MACD Explained: Crossovers, the Histogram & the Signal Line

Updated June 25, 2026

MACD (Moving Average Convergence Divergence) is a trend-and-momentum indicator built from moving averages. It shows whether short-term momentum is accelerating or decelerating relative to the longer-term trend.

The three parts of MACD

  • MACD line: the 12-period EMA minus the 26-period EMA. When short-term price is pulling above the longer-term average, this rises.
  • Signal line: a 9-period EMA of the MACD line — a smoothed version used as a trigger.
  • Histogram: the MACD line minus the signal line, drawn as bars. It visualises how fast momentum is shifting.

Crossovers

A bullish crossover happens when the MACD line crosses above the signal line — short-term momentum is turning up relative to the trend. A bearish crossover is the opposite: the MACD line crosses below the signal line. Crossovers near the zero line (where the two EMAs are equal) tend to carry more weight than crossovers far from it.
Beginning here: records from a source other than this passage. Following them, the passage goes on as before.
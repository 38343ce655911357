"""One row of a customer list: text to numbers, and in words what is wrong with it."""

import math
import re
from collections.abc import Sequence
from dataclasses import dataclass

from planner.network import Customer

HEIGHT_RANGE_M = (0.5, 1000.0)  # of a customer's antenna above ground, as for a plan's terminal
_NUMBER = re.compile(r"[-+]?([0-9]+(\.[0-9]*)?|\.[0-9]+)([eE][-+]?[0-9]+)?", re.ASCII)
_NUMBER_WITH_COMMA = re.compile(r"[-+]?[0-9]+,[0-9]+", re.ASCII)


@dataclass(frozen=True, slots=True, kw_only=True)
class ReadRow:
    """A customer and what its row says about the list as a whole."""

    customer: Customer
    numeric: bool  # both coordinates are numbers, in range or not
    swapped: bool  # the latitude can only be a longitude, and the other way round
    decimal_comma: bool


def shown(text: str, most: int = 30) -> str:
    """Text from a file for a message: in quotes, short, control characters escaped."""
    return repr(text if len(text) <= most else text[:most] + "…")


def read_row(
    line: int,
    needed: Sequence[str],
    height_text: str | None,
    extra: tuple[tuple[str, str], ...],
    *,
    shape_trouble: str,
    decimal_comma: bool,
) -> ReadRow:
    """The customer in a row.

    ``needed`` are the texts of id, address, latitude and longitude; ``height_text`` is None where
    the list has no heights; ``shape_trouble`` says what is wrong with the row's cells as such.
    With ``decimal_comma`` a comma counts as the decimal sign.
    """
    identity, address, *coordinate_texts = (text.strip() for text in needed)
    latitude, longitude = (_number(text, decimal_comma) for text in coordinate_texts)
    if shape_trouble:  # what stands in the cells of the coordinates may be something else
        latitude = longitude = math.nan
    numeric = math.isfinite(latitude) and math.isfinite(longitude)
    swapped = numeric and 90.0 < abs(latitude) <= 180.0 and abs(longitude) <= 90.0
    unknown = numeric and latitude == 0.0 and longitude == 0.0
    if shape_trouble:
        troubles = [shape_trouble]
    elif swapped:
        troubles = [
            f"latitude {coordinate_texts[0]} is outside -90 to 90: latitude and longitude "
            f"({coordinate_texts[1]}) seem to be swapped. Swap the two in the list"
        ]
    elif unknown:
        troubles = ["latitude and longitude are both 0, which stands for a place that is not known"]
        latitude = longitude = math.nan
    elif not any(coordinate_texts):
        troubles = ["latitude and longitude are missing"]
    else:
        troubles = [
            *_coordinate_troubles("latitude", coordinate_texts[0], latitude, 90.0),
            *_coordinate_troubles("longitude", coordinate_texts[1], longitude, 180.0),
        ]
    height_m: float | None = None
    if height_text is not None and height_text.strip():
        height_m = _number(height_text.strip(), decimal_comma)
        lowest, highest = HEIGHT_RANGE_M
        if not lowest <= height_m <= highest:
            troubles.append(
                f"the height {shown(height_text.strip())} is not a number of metres from "
                f"{lowest:g} to {highest:g}"
            )
            height_m = None
    texts = [*coordinate_texts, (height_text or "").strip()]
    return ReadRow(
        customer=Customer(
            row=line,
            id=identity,
            address=address,
            latitude=latitude if abs(latitude) <= 90.0 else math.nan,
            longitude=longitude if abs(longitude) <= 180.0 else math.nan,
            antenna_height_m=height_m,
            trouble="; ".join(troubles),
            extra=extra,
        ),
        numeric=numeric,
        swapped=swapped,
        decimal_comma=decimal_comma
        and any(_NUMBER_WITH_COMMA.fullmatch(text) is not None for text in texts),
    )


def _number(text: str, decimal_comma: bool) -> float:
    """The number that a text is; NaN where it is none, infinite where it is too large."""
    text = text.replace("\N{MINUS SIGN}", "-")
    if decimal_comma and _NUMBER_WITH_COMMA.fullmatch(text):
        text = text.replace(",", ".")
    return float(text) if _NUMBER.fullmatch(text) else math.nan


def _coordinate_troubles(name: str, text: str, value: float, limit: float) -> list[str]:
    if not text:
        return [f"{name} is missing"]
    if not math.isfinite(value):
        return [f"{name} {shown(text)} is not a number of decimal degrees"]
    if abs(value) <= limit:
        return []
    trouble = f"{name} {text[:30]} is outside {-limit:g} to {limit:g}"
    if abs(value) >= 1000.0:
        trouble += "; it looks like metres of a projected grid, decimal degrees are needed"
    return [trouble]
The histogram gives an earlier read: when its bars stop growing and start shrinking, momentum is fading even before the lines actually cross. A rising histogram confirms strengthening momentum in the crossover's direction.

The whipsaw problem

In choppy, sideways markets MACD generates frequent crossovers that immediately reverse — 'whipsaws' that produce false signals. MACD is at its best confirming a move that other evidence already supports, not as a standalone trigger in a rangebound stock. Pairing it with trend (price relative to the 50- and 200-day moving averages) filters out much of the noise.

In StockTracker AI's scanner, a fresh MACD crossover (within roughly the last five days) is weighted more heavily than a long-sustained state, and it's only one input among several — so a lone crossover in a noisy name doesn't manufacture a high-conviction signal.

Frequently asked questions

What is a MACD bullish crossover?

It's when the MACD line crosses above its signal line, indicating short-term momentum is turning up relative to the longer-term trend. It's most meaningful when it happens near the zero line and is confirmed by a rising histogram.

What does the MACD histogram show?

The histogram is the MACD line minus the signal line. Growing bars mean momentum is accelerating in that direction; shrinking bars mean it's fading — often an earlier warning than the crossover itself.

Is MACD a leading or lagging indicator?

MACD is primarily a lagging indicator because it's built from moving averages, though the histogram has a mild leading quality. Use it to confirm trend and momentum rather than to predict turns on its own.